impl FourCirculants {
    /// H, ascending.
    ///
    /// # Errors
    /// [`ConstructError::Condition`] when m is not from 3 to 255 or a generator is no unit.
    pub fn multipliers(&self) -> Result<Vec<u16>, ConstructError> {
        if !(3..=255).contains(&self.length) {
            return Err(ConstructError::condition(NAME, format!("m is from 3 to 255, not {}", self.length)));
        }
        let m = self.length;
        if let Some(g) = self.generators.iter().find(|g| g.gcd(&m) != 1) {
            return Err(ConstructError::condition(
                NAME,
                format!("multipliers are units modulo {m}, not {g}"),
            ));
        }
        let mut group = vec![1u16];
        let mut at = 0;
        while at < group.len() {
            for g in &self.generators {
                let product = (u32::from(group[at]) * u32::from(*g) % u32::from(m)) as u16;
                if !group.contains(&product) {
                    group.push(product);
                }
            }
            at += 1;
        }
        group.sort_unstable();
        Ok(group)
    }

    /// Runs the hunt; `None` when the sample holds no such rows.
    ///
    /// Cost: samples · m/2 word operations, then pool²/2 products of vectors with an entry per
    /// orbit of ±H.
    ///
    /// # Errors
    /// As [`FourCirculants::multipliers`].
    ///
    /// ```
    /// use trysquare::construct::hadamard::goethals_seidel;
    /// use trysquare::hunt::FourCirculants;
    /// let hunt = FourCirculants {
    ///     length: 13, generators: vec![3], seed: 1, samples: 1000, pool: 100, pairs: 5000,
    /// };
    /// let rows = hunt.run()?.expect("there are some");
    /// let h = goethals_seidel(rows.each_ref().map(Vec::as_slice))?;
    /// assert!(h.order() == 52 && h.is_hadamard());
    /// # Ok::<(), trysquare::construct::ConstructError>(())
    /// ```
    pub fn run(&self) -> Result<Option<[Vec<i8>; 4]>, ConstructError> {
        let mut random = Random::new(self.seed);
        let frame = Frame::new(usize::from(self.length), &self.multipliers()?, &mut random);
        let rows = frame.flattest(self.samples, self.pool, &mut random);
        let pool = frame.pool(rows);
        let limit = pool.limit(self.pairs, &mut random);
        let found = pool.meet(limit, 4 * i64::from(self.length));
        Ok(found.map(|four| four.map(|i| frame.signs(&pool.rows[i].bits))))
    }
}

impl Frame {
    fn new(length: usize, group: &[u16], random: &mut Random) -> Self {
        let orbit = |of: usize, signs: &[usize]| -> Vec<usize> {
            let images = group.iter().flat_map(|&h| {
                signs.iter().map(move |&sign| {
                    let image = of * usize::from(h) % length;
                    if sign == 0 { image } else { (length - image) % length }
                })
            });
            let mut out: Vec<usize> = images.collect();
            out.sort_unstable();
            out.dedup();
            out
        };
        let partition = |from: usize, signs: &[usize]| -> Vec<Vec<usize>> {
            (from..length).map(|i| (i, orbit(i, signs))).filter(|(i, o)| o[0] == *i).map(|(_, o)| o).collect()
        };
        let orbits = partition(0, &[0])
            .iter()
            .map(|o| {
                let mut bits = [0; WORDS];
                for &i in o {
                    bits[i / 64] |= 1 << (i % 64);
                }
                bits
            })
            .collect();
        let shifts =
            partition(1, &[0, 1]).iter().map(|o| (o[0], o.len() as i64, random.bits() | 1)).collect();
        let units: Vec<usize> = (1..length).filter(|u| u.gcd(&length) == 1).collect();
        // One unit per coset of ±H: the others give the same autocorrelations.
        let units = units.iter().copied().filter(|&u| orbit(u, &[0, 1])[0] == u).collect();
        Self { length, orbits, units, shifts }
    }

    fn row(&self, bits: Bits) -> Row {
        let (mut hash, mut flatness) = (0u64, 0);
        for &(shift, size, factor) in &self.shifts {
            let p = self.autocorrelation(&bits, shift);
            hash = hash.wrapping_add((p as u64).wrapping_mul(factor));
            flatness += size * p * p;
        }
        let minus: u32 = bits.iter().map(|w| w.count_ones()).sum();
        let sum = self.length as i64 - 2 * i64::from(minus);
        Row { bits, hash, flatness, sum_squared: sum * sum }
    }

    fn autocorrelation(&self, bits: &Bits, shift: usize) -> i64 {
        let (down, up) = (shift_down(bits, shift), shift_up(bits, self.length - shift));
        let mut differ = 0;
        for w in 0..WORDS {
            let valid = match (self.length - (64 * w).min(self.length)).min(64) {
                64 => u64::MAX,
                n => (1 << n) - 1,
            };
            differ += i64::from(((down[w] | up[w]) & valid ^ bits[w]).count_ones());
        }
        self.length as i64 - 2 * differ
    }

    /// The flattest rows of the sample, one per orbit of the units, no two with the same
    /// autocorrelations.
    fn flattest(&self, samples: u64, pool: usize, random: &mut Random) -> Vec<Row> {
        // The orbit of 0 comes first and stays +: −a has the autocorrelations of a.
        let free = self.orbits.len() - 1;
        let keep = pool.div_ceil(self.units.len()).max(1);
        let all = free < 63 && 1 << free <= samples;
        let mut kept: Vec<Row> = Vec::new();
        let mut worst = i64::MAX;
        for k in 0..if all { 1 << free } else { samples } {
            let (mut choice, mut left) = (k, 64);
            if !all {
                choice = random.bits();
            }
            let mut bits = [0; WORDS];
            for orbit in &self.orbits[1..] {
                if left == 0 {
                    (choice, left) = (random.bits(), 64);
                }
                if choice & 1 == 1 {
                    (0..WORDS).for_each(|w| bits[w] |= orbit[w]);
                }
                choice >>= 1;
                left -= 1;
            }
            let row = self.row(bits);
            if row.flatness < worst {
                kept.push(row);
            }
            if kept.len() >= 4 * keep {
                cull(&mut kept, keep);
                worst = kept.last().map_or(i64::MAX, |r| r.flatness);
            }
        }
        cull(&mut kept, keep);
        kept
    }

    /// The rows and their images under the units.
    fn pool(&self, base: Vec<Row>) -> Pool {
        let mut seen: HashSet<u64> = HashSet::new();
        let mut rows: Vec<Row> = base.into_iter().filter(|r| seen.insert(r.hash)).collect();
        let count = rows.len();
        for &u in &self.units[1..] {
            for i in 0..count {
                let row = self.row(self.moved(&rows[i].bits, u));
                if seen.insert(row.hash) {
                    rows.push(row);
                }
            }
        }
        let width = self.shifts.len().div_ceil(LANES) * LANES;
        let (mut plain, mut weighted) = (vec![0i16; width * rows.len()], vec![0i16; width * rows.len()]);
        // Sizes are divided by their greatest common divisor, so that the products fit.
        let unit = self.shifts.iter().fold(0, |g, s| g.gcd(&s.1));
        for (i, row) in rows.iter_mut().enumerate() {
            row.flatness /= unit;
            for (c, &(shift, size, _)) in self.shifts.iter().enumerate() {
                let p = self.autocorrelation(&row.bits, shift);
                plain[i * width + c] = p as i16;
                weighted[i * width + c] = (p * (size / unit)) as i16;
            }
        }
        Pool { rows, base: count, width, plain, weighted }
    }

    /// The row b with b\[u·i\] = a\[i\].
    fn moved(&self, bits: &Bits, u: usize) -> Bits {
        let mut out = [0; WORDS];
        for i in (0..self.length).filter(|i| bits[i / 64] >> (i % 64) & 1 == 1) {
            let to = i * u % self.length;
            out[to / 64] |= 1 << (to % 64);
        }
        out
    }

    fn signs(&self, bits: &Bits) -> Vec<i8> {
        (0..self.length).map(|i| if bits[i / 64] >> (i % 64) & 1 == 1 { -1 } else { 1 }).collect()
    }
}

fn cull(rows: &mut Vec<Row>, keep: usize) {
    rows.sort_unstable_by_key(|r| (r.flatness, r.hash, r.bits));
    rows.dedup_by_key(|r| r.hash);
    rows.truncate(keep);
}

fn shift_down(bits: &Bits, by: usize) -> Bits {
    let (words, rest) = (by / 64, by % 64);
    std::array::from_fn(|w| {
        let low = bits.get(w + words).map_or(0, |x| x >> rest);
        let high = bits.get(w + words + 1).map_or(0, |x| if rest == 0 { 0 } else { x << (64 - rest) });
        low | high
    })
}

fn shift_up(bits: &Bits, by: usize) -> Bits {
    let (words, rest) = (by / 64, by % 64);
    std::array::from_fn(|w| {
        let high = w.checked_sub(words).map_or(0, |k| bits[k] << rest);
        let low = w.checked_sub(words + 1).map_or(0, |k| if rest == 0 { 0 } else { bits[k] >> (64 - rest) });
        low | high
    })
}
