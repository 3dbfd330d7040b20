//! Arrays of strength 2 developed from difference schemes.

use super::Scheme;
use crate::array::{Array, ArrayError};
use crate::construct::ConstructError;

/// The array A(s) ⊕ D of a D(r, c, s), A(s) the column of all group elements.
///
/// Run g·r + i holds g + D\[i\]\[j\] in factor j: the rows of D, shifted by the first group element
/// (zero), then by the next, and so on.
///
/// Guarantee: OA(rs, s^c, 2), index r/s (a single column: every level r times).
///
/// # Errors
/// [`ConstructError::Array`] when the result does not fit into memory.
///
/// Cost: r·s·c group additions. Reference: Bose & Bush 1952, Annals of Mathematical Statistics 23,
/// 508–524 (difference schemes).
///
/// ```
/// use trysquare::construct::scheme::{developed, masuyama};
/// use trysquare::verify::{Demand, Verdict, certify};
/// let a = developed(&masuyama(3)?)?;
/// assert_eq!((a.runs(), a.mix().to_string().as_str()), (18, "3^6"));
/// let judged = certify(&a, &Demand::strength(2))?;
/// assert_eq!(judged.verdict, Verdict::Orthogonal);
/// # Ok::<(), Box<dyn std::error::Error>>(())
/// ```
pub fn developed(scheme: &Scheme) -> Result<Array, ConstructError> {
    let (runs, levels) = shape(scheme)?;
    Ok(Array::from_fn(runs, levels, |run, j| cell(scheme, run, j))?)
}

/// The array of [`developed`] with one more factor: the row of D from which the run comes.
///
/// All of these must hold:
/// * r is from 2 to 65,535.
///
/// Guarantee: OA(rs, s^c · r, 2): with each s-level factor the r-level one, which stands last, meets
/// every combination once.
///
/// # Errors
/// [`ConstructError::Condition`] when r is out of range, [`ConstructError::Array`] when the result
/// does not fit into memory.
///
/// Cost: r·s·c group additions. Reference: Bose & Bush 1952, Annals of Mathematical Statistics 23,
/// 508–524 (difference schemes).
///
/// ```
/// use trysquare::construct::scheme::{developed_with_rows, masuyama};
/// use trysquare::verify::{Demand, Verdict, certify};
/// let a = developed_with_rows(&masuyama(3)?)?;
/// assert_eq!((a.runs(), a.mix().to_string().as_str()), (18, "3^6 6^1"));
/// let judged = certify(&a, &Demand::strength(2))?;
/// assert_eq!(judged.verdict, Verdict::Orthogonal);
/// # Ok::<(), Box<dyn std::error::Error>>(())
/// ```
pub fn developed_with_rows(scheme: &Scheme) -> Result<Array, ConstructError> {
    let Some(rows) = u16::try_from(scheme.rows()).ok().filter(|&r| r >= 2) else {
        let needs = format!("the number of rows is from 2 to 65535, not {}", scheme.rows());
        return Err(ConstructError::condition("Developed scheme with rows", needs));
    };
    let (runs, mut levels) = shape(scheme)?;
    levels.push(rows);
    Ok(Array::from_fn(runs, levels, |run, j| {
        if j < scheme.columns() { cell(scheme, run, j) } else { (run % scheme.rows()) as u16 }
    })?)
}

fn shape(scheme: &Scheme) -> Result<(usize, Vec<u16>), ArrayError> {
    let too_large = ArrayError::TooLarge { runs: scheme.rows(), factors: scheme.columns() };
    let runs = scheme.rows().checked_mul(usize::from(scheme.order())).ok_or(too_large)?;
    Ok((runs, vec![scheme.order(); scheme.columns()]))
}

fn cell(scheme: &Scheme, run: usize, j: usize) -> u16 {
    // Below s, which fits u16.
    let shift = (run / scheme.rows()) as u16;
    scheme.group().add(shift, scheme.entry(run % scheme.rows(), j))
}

..........

— TASK DESCRIPTION —
Take the lines above from the first through the one containing "Frame::new(usize::from(self.length), &self.multipliers()?, &mut" and reproduce them exactly; include nothing else.

— ANSWER TO THE PROBLEM —
impl FourCirculants {
    /// H, ascending.
    ///
    /// # Errors
    /// [`ConstructError::Condition`] when m is not from 3 to 255 or a generator is no unit.
    pub fn multipliers(&self) -> Result<Vec<u16>, ConstructError> {
        if !(3..=255).contains(&self.length) {
            return Err(ConstructError::condition(NAME, format!("m is from 3 to 255, not {}", self.length)));
        }
        let m = self.length;
        if let Some(g) = self.generators.iter().find(|g| g.gcd(&m) != 1) {
            return Err(ConstructError::condition(
                NAME,
                format!("multipliers are units modulo {m}, not {g}"),
            ));
        }
        let mut group = vec![1u16];
        let mut at = 0;
        while at < group.len() {
            for g in &self.generators {
                let product = (u32::from(group[at]) * u32::from(*g) % u32::from(m)) as u16;
                if !group.contains(&product) {
                    group.push(product);
                }
            }
            at += 1;
        }
        group.sort_unstable();
        Ok(group)
    }

    /// Runs the hunt; `None` when the sample holds no such rows.
    ///
    /// Cost: samples · m/2 word operations, then pool²/2 products of vectors with an entry per
    /// orbit of ±H.
    ///
    /// # Errors
    /// As [`FourCirculants::multipliers`].
    ///
    /// ```
    /// use trysquare::construct::hadamard::goethals_seidel;
    /// use trysquare::hunt::FourCirculants;
    /// let hunt = FourCirculants {
    ///     length: 13, generators: vec![3], seed: 1, samples: 1000, pool: 100, pairs: 5000,
    /// };
    /// let rows = hunt.run()?.expect("there are some");
    /// let h = goethals_seidel(rows.each_ref().map(Vec::as_slice))?;
    /// assert!(h.order() == 52 && h.is_hadamard());
    /// # Ok::<(), trysquare::construct::ConstructError>(())
    /// ```
    pub fn run(&self) -> Result<Option<[Vec<i8>; 4]>, ConstructError> {
        let mut random = Random::new(self.seed);
        let frame = Frame::new(usize::from(self.length), &self.multipliers()?, &mut random);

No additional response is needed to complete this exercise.